In the last crash of the stage... it looks like Tyler throws a bike in anger against the race barriers, and as he's walking his own bike back, there is something hanging off the non-drive side chainstay or crank... ?


----------



## dagger (Jul 22, 2004)

And Cavendish creates another crash. THe boy can only ride in a straight line.


----------



## dagger (Jul 22, 2004)

Yeh..Cav couldn't take the turn and leaned on the Lampre guy, prob causing the guy to have to quit the race and took out Freire to boot.


----------



## bismo37 (Mar 22, 2002)

Here's Tyler with his bike after the last crash... the derailleur is gone and the chain is wrapped around the seat stay. What a mess. The other bike must have ripped off his derailleur. Can't see what was dangling off the NDS though. This really sucks for him.

edit: it was his chain dangling over to the NDS.


----------



## Salsa_Lover (Jul 6, 2008)

Cavendouche should be put out of the race and sent to "Riding a bike 101" re-training course


----------



## Sojourneyman (Jun 22, 2007)

now with more booty!


__
Sensitive content, not recommended for those under 18
Show Content


----------



## Kaleo (Jun 15, 2008)

In the last crash, you can see Tyler, kicking at the Ag2r bike that's stuck in his drive train, he dragged with him a good 15-20 meters. I don't know who the Ag2r rider was but he was acting like it was Tyler's fault he went down, he was pissed.

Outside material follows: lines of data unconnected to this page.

// The 27 model functions, as written in the files.
struct NistModel {
  std::string name;
  int p = 0;
  std::vector<double> x1, x2;

  int num_parameters() const { return p; }
  int num_observations() const { return static_cast<int>(x1.size()); }

  template <typename T>
  bool Predict(int i, const T* b, T* f) const {
    using std::atan2;
    using std::cos;
    using std::exp;
    using std::pow;
    using std::sin;
    const double x = x1[i];
    const double pi = 3.141592653589793238462643383279;  // as NIST writes it
    if (name == "Misra1a" || name == "BoxBOD") {
      *f = b[0] * (1.0 - exp(-b[1] * x));
    } else if (name == "Misra1b") {
      *f = b[0] * (1.0 - pow(1.0 + b[1] * x / 2.0, -2.0));
    } else if (name == "Misra1c") {
      *f = b[0] * (1.0 - pow(1.0 + 2.0 * b[1] * x, -0.5));
    } else if (name == "Misra1d") {
      *f = b[0] * b[1] * x / (1.0 + b[1] * x);
    } else if (name == "Chwirut1" || name == "Chwirut2") {
      *f = exp(-b[0] * x) / (b[1] + b[2] * x);
    } else if (name == "DanWood") {
      *f = b[0] * pow(T(x), b[1]);
    } else if (name.rfind("Gauss", 0) == 0) {
      *f = b[0] * exp(-b[1] * x) + b[2] * exp(-(x - b[3]) * (x - b[3]) / (b[4] * b[4])) +
           b[5] * exp(-(x - b[6]) * (x - b[6]) / (b[7] * b[7]));
    } else if (name.rfind("Lanczos", 0) == 0) {
      *f = b[0] * exp(-b[1] * x) + b[2] * exp(-b[3] * x) + b[4] * exp(-b[5] * x);
    } else if (name == "ENSO") {
      *f = b[0] + b[1] * cos(2.0 * pi * x / 12.0) + b[2] * sin(2.0 * pi * x / 12.0) +
           b[4] * cos(2.0 * pi * x / b[3]) + b[5] * sin(2.0 * pi * x / b[3]) +
           b[7] * cos(2.0 * pi * x / b[6]) + b[8] * sin(2.0 * pi * x / b[6]);
    } else if (name == "Hahn1" || name == "Thurber") {
      *f = (b[0] + b[1] * x + b[2] * x * x + b[3] * x * x * x) /
           (1.0 + b[4] * x + b[5] * x * x + b[6] * x * x * x);
    } else if (name == "Kirby2") {
      *f = (b[0] + b[1] * x + b[2] * x * x) / (1.0 + b[3] * x + b[4] * x * x);
    } else if (name == "MGH17") {
      *f = b[0] + b[1] * exp(-x * b[3]) + b[2] * exp(-x * b[4]);
    } else if (name == "Nelson") {
      *f = b[0] - b[1] * x * exp(-b[2] * x2[i]);
    } else if (name == "Roszman1") {
      // arctan[b3/(x − b4)] as the two-argument arctangent: the certified
      // b1 = 1.2019… lies on the branch (0, π) for x − b4 < 0 (the one-
      // argument form fits equally well with b1 smaller by exactly 1).
      *f = b[0] - b[1] * x - atan2(b[2], x - b[3]) / pi;
    } else if (name == "Bennett5") {
      *f = b[0] * pow(b[1] + x, -1.0 / b[2]);
    } else if (name == "Eckerle4") {
      *f = (b[0] / b[1]) * exp(-0.5 * ((x - b[2]) / b[1]) * ((x - b[2]) / b[1]));
    } else if (name == "MGH09") {
      *f = b[0] * (x * x + x * b[1]) / (x * x + x * b[2] + b[3]);
    } else if (name == "MGH10") {
      *f = b[0] * exp(b[1] / (x + b[2]));
    } else if (name == "Rat42") {
      *f = b[0] / (1.0 + exp(b[1] - b[2] * x));
    } else if (name == "Rat43") {
      *f = b[0] / pow(1.0 + exp(b[1] - b[2] * x), 1.0 / b[3]);
    } else {
      return false;
    }
    return true;
  }
};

I was hard to see what happened in the first pile up.


----------



## tinkerbeast (Jul 24, 2009)

from the replay i didnt look like tyler was holding his line closing down the ag2r guy... its not very clear though. maybe thats why mondory is pissed


----------



## godot (Feb 3, 2004)

That was some pretty amazing bike handling by Tyler.


----------



## baker921 (Jul 20, 2007)

Sojourneyman said:


> now with more booty!
> 
> 
> __
> ...


Now let that be a warning not to do a half-a$$ed job when shaving your legs!


----------



## dougydee (Feb 15, 2005)

Salsa_Lover said:


> Cavendouche should be put out of the race and sent to "Riding a bike 101" re-training course


Definitely send him off to the Cat 5 bike handling and pack riding skills session


----------



## baker921 (Jul 20, 2007)

I think Cavendish was fighting for the wheel of his team-mate with the Lampre rider and just didn't notice the corner! Everything else was just collateral damage.

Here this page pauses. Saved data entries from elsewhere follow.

// Model choice within a family (`--model auto`). Data are invented (our own
// scenario): exact rate laws times a deterministic ripple 1 + a·sin(7k), so
// each data set has a known generating model.
#include "fitting/model_selection.h"

#include <cmath>
#include <functional>
#include <numeric>
#include <string>
#include <vector>

#include <gmock/gmock.h>
#include <gtest/gtest.h>

#include "tests/fitting/kinetic_test_util.h"

namespace ratewell {
namespace {

using testing::Point;

using ::testing::HasSubstr;

KineticData SubstrateSeries(KineticModel model, const std::vector<double>& values,
                            double ripple) {
  KineticData data;
  int k = 0;
  for (double s : {1.0, 2.0, 4.0, 8.0, 16.0, 32.0, 64.0, 128.0, 256.0, 512.0}) {
    for (int replicate = 0; replicate < 2; ++replicate) {
      const double v = EvaluateKineticModel(model, values, s, 0.0);
      data.points.push_back(Point(s, 0.0, v * (1.0 + ripple * std::sin(7.0 * k++))));
    }
  }
  return data;
}

// The S × I grid of the reference examples: S in {0.5 … 16}, I in {0 … 2}.
KineticData InhibitionGrid(KineticModel model, const std::vector<double>& values) {
  KineticData data;
  int k = 0;
  for (double s : {0.5, 1.0, 2.0, 4.0, 8.0, 16.0}) {
    for (double i : {0.0, 0.25, 0.5, 1.0, 2.0}) {
      const double v = EvaluateKineticModel(model, values, s, i);
      data.points.push_back(
          Point(s, i, v * (1.0 + 0.03 * std::sin(7.0 * k++))));
    }
  }
  return data;
}

FitOptions Quick() {
  FitOptions options;
  options.interval_method = IntervalMethod::kAsymptotic;
  return options;
}

TEST(ModelSelection, MichaelisMentenDataKeepMichaelisMenten) {
  const ModelChoice choice =
      FitAndChooseModel(SubstrateSeries(KineticModel::kMichaelisMenten, {10.0, 25.0}, 0.03),
                        Quick());
  EXPECT_EQ(choice.family, ModelFamily::kSubstrate);
  ASSERT_TRUE(choice.chosen);
  EXPECT_EQ(choice.preferred, KineticModel::kMichaelisMenten) << choice.reason;
  EXPECT_THAT(choice.reason, HasSubstr("kept as the simpler model"));
  ASSERT_EQ(choice.fits.size(), 3u);
  for (const KineticFit& fit : choice.fits) {
    EXPECT_TRUE(fit.summary.IsSolutionUsable())
        << KineticModelToString(fit.model) << "\n" << fit.summary.FullReport();
  }
  ASSERT_EQ(choice.tests.size(), 2u);
  for (const NestedComparison& t : choice.tests) {
    EXPECT_TRUE(t.computed) << t.reason;
    EXPECT_TRUE(t.proper_nesting);
    EXPECT_FALSE(t.rejects_simpler);
    EXPECT_EQ(t.df_numerator, 1);
    EXPECT_EQ(t.df_denominator, 17);
  }
  EXPECT_EQ(choice.Preferred()->model, KineticModel::kMichaelisMenten);
}

TEST(ModelSelection, ClearSubstrateInhibitionIsDetected) {
  const ModelChoice choice = FitAndChooseModel(
      SubstrateSeries(KineticModel::kSubstrateInhibition, {10.0, 5.0, 50.0}, 0.02), Quick());
  ASSERT_TRUE(choice.chosen);
  EXPECT_EQ(choice.preferred, KineticModel::kSubstrateInhibition) << choice.reason;
  EXPECT_THAT(choice.reason, HasSubstr("rejects michaelis-menten"));
  const ParameterEstimate* ksi = choice.Preferred()->Find("Ksi");
  ASSERT_TRUE(ksi->ci.determined);
  EXPECT_LT(ksi->ci.lower, 50.0);
  EXPECT_GT(ksi->ci.upper, 50.0);
}

TEST(ModelSelection, SigmoidalKineticsChooseHill) {
  const ModelChoice choice =
      FitAndChooseModel(SubstrateSeries(KineticModel::kHill, {10.0, 20.0, 2.5}, 0.02), Quick());
  ASSERT_TRUE(choice.chosen);
  EXPECT_EQ(choice.preferred, KineticModel::kHill) << choice.reason;
  // The generating h = 2.5 lies inside the 95 % interval.
  const ParameterEstimate* h = choice.Preferred()->Find("h");
  ASSERT_TRUE(h->ci.determined);
  EXPECT_LT(h->ci.lower, 2.5);
  EXPECT_GT(h->ci.upper, 2.5);
}

struct ModeCase {
  std::string label;
  KineticModel model;
  std::vector<double> values;
};

class InhibitionModeTest : public ::testing::TestWithParam<ModeCase> {};

TEST_P(InhibitionModeTest, TheGeneratingModeIsPreferred) {
  const ModeCase& c = GetParam();
  const ModelChoice choice = FitAndChooseModel(InhibitionGrid(c.model, c.values), Quick());
  EXPECT_EQ(choice.family, ModelFamily::kInhibition);
  ASSERT_TRUE(choice.chosen);
  EXPECT_EQ(choice.preferred, c.model) << choice.reason;
  // Every candidate is kept and usable (a constant heading to infinity ends
  // on its bound); the AICc table is complete.
  for (const KineticFit& fit : choice.fits) {
    EXPECT_TRUE(fit.summary.IsSolutionUsable())
        << KineticModelToString(fit.model) << "\n" << fit.summary.FullReport();
  }
  ASSERT_EQ(choice.fits.size(), 4u);
  EXPECT_NEAR(std::accumulate(choice.akaike_weights.begin(), choice.akaike_weights.end(), 0.0),
              1.0, 1e-12);
  double smallest = INFINITY;
  for (double d : choice.delta_aicc) smallest = std::min(smallest, d);
  EXPECT_EQ(smallest, 0.0);
  ASSERT_EQ(choice.tests.size(), 3u);
  // Only noncompetitive is a proper nested point of mixed.
  for (const NestedComparison& t : choice.tests) {
    EXPECT_EQ(t.larger, KineticModel::kMixed);
    EXPECT_EQ(t.proper_nesting, t.simpler == KineticModel::kNoncompetitive) << t.note;
  }
}

INSTANTIATE_TEST_SUITE_P(
    Modes, InhibitionModeTest,
    ::testing::Values(ModeCase{"Competitive", KineticModel::kCompetitive, {10.0, 2.0, 0.5}},
                      ModeCase{"Uncompetitive", KineticModel::kUncompetitive, {10.0, 2.0, 0.5}},
                      ModeCase{"Noncompetitive", KineticModel::kNoncompetitive, {10.0, 2.0, 0.5}},
                      ModeCase{"Mixed", KineticModel::kMixed, {10.0, 2.0, 0.5, 4.0}}),
    [](const auto& param_info) { return param_info.param.label; });

TEST(ModelSelection, PerGroupNamesACandidateLacksAreLeftOutForIt) {
  // Two enzyme variants with their own Vmax and Km; hill has Khalf, not Km.
  KineticData data = SubstrateSeries(KineticModel::kMichaelisMenten, {10.0, 25.0}, 0.03);
  const KineticData other = SubstrateSeries(KineticModel::kMichaelisMenten, {6.0, 60.0}, 0.03);
  data.group_names = {"wild-type", "mutant"};
  for (KineticObservation p : other.points) {
    p.group = 1;
    data.points.push_back(p);
  }
  FitOptions options = Quick();
  options.per_group = {"Vmax", "Km"};
  const ModelChoice choice = FitAndChooseModel(data, options);
  for (const KineticFit& fit : choice.fits) {
    EXPECT_TRUE(fit.summary.IsSolutionUsable())
        << KineticModelToString(fit.model) << ": " << fit.summary.message;
  }
  EXPECT_NE(choice.Find(KineticModel::kHill)->Find("Vmax[mutant]"), nullptr);
  EXPECT_NE(choice.Find(KineticModel::kHill)->Find("Khalf"), nullptr);
  EXPECT_NEAR(choice.Find(KineticModel::kMichaelisMenten)->Find("Km[mutant]")->value, 60.0, 6.0);
}

TEST(ModelSelection, ExtraSumOfSquaresNeedsANestedPairOnTheSameData) {
  const KineticData data = SubstrateSeries(KineticModel::kMichaelisMenten, {10.0, 25.0}, 0.03);
  const KineticFit mm = FitKineticModel(data, KineticModel::kMichaelisMenten, Quick());
  const KineticFit hill = FitKineticModel(data, KineticModel::kHill, Quick());
  const NestedComparison backwards = ExtraSumOfSquaresTest(hill, mm);
  EXPECT_FALSE(backwards.computed);
  EXPECT_THAT(backwards.reason, HasSubstr("not a nested pair"));
  const NestedComparison forwards = ExtraSumOfSquaresTest(mm, hill);
  ASSERT_TRUE(forwards.computed);
  // F = ((SSR_s − SSR_l)/1)/(SSR_l/dof_l), computed by hand.
  EXPECT_NEAR(forwards.f, (mm.ssr - hill.ssr) / (hill.ssr / hill.dof), 1e-9 * forwards.f + 1e-15);
}

}  // namespace
}  // namespace ratewell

P.S. Cavendish denies owning a dog!


----------



## viciouscycle (Aug 22, 2009)

From what little you could see on the video, it looks like Tyler was maybe hit from behind, going to his left and a wheel lodged and broke his DR on the right? I think the AG2R guy was pissed cause his bike was stolen.


----------



## Keski (Sep 25, 2004)

baker921 said:


> I think Cavendish was fighting for the wheel of his team-mate with the Lampre rider and just didn't notice the corner! Everything else was just collateral damage.
> 
> P.S. Cavendish denies owning a dog!


He owns a real cute one...


----------



## Mtn2RoadConvert (Aug 28, 2006)

viciouscycle said:


> From what little you could see on the video, it looks like Tyler was maybe hit from behind, going to his left and a wheel lodged and broke his DR on the right? I think the AG2R guy was pissed cause his bike was stolen.

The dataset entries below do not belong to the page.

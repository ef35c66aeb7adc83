// Unit tests of fitting/rates.h: options, each method on exact data with a
// known answer, window rules, flags and degenerate input.
//
// Reference values named "SciPy 1.10.1, computed" were computed with Debian's
// python3-scipy 1.10.1 / numpy 1.24.2; the script is quoted beside each block.
#include "fitting/rates.h"

#include <cmath>
#include <limits>
#include <stdexcept>
#include <string>
#include <vector>

#include <gtest/gtest.h>

namespace ratewell {
namespace {

// NADH at 340 nm: ε = 6220 M⁻¹cm⁻¹ (Horecker & Kornberg 1948).
constexpr double kEpsilon = 6220.0;

// Product µM per absorbance unit for NADH consumed, one NADH per turnover.
double ConsumedFactor(double pathlength_cm) { return -1e6 / (kEpsilon * pathlength_cm); }

Series MakeSeries(const std::vector<double>& time_min, const std::vector<double>& absorbance) {
  Series series;
  for (std::size_t i = 0; i < time_min.size(); ++i) {
    series.Append(time_min[i], absorbance[i], PointStatus::kValid);
  }
  return series;
}

std::vector<double> EvenTimes(int count, double step_min, double start_min = 0.0) {
  std::vector<double> times(count);
  for (int i = 0; i < count; ++i) times[i] = start_min + step_min * i;
  return times;
}

// Deterministic read noise in [−1, 1] without a generator (the classic
// fract(sin(x)·43758.5453) hash): successive values look independent, so a
// runs test sees no pattern.
double Jitter(int i) {
  const double x = std::sin(12.9898 * i + 78.233) * 43758.5453;
  return 2.0 * (x - std::floor(x)) - 1.0;
}

RateInput MakeInput(const Series* series, double factor, double substrate_uM) {
  RateInput input;
  input.series = series;
  input.product_uM_per_A = factor;
  input.substrate_uM = substrate_uM;
  return input;
}

// Every number a caller might read is free of NaN; lag_tau, substrate
// fraction and elasticity are optionals and so never NaN either.
void ExpectNoNaN(const RateEstimate& estimate) {
  EXPECT_FALSE(std::isnan(estimate.rate_uM_per_min));
  EXPECT_FALSE(std::isnan(estimate.se_uM_per_min));
  EXPECT_FALSE(std::isnan(estimate.ci95_lo_uM_per_min));
  EXPECT_FALSE(std::isnan(estimate.ci95_hi_uM_per_min));
  EXPECT_FALSE(std::isnan(estimate.slope_A_per_min));
  EXPECT_FALSE(std::isnan(estimate.r_squared));
  EXPECT_FALSE(std::isnan(estimate.residual_sd_absorbance));
  EXPECT_FALSE(std::isnan(estimate.window_start_min));
  EXPECT_FALSE(std::isnan(estimate.window_end_min));
  if (estimate.lag_tau_min) {
    EXPECT_FALSE(std::isnan(*estimate.lag_tau_min));
  }
  if (estimate.lag_tau_se_min) {
    EXPECT_FALSE(std::isnan(*estimate.lag_tau_se_min));
  }
  if (estimate.substrate_consumed_fraction) {
    EXPECT_FALSE(std::isnan(*estimate.substrate_consumed_fraction));
  }
  if (estimate.elasticity) {
    EXPECT_FALSE(std::isnan(*estimate.elasticity));
  }
}

constexpr RateMethod kAllMethods[] = {RateMethod::kAuto, RateMethod::kLinear, RateMethod::kLag,
                                      RateMethod::kProgress};

// ---------------------------------------------------------------------------
// Options and names.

In looking at some of the Versus footage after Farrar decided his bike was going nowhere with the Ag2r bike attached he pulled over and removed the bike off his, probably tearing his derailleur off, and throwing the other bike against the barrier. He was P.O.'d and definitely had a good shot at winning that sprint.


----------



## cpark (Oct 13, 2004)

Gnarly 928 said:


> How bout Cavendish's crash? He seems to be a Loose Cannon lately...I admt, the internet coverage I saw didn't get much of that online, but that is two crashes in two sprints lately...both taking out a rival sprinter with him...Hmmm..


At least he didn't spit on other riders....
I know the peloton is usually nervous and twitchy on the first day, but man, that was crazy.


----------



## LWP (Jun 6, 2006)

Salsa_Lover said:


> Cavendouche should be put out of the race and sent to "Riding a bike 101" re-training course


Yep, 'cause he's the only rider in the peloton to ever crash or do something that resulted in someone else crashing...


----------



## Opus51569 (Jul 21, 2009)

I don't think Cavendish took anyone out intentionally. I think he misjudged the corner and didn't care too much about who went out with him.

Has anyone heard what caused the massive pileup at the end or what the injury report might be?


----------



## OldEndicottHiway (Jul 16, 2007)

Sojourneyman said:


> now with more booty!



Hair shorts!


----------



## OldEndicottHiway (Jul 16, 2007)

After looking at Cav's former antics, latest antics, and concurrent trash-talk, unfortunately for teh young feller... he may be facing an angry mob shutting the door over the pave tomorrow. 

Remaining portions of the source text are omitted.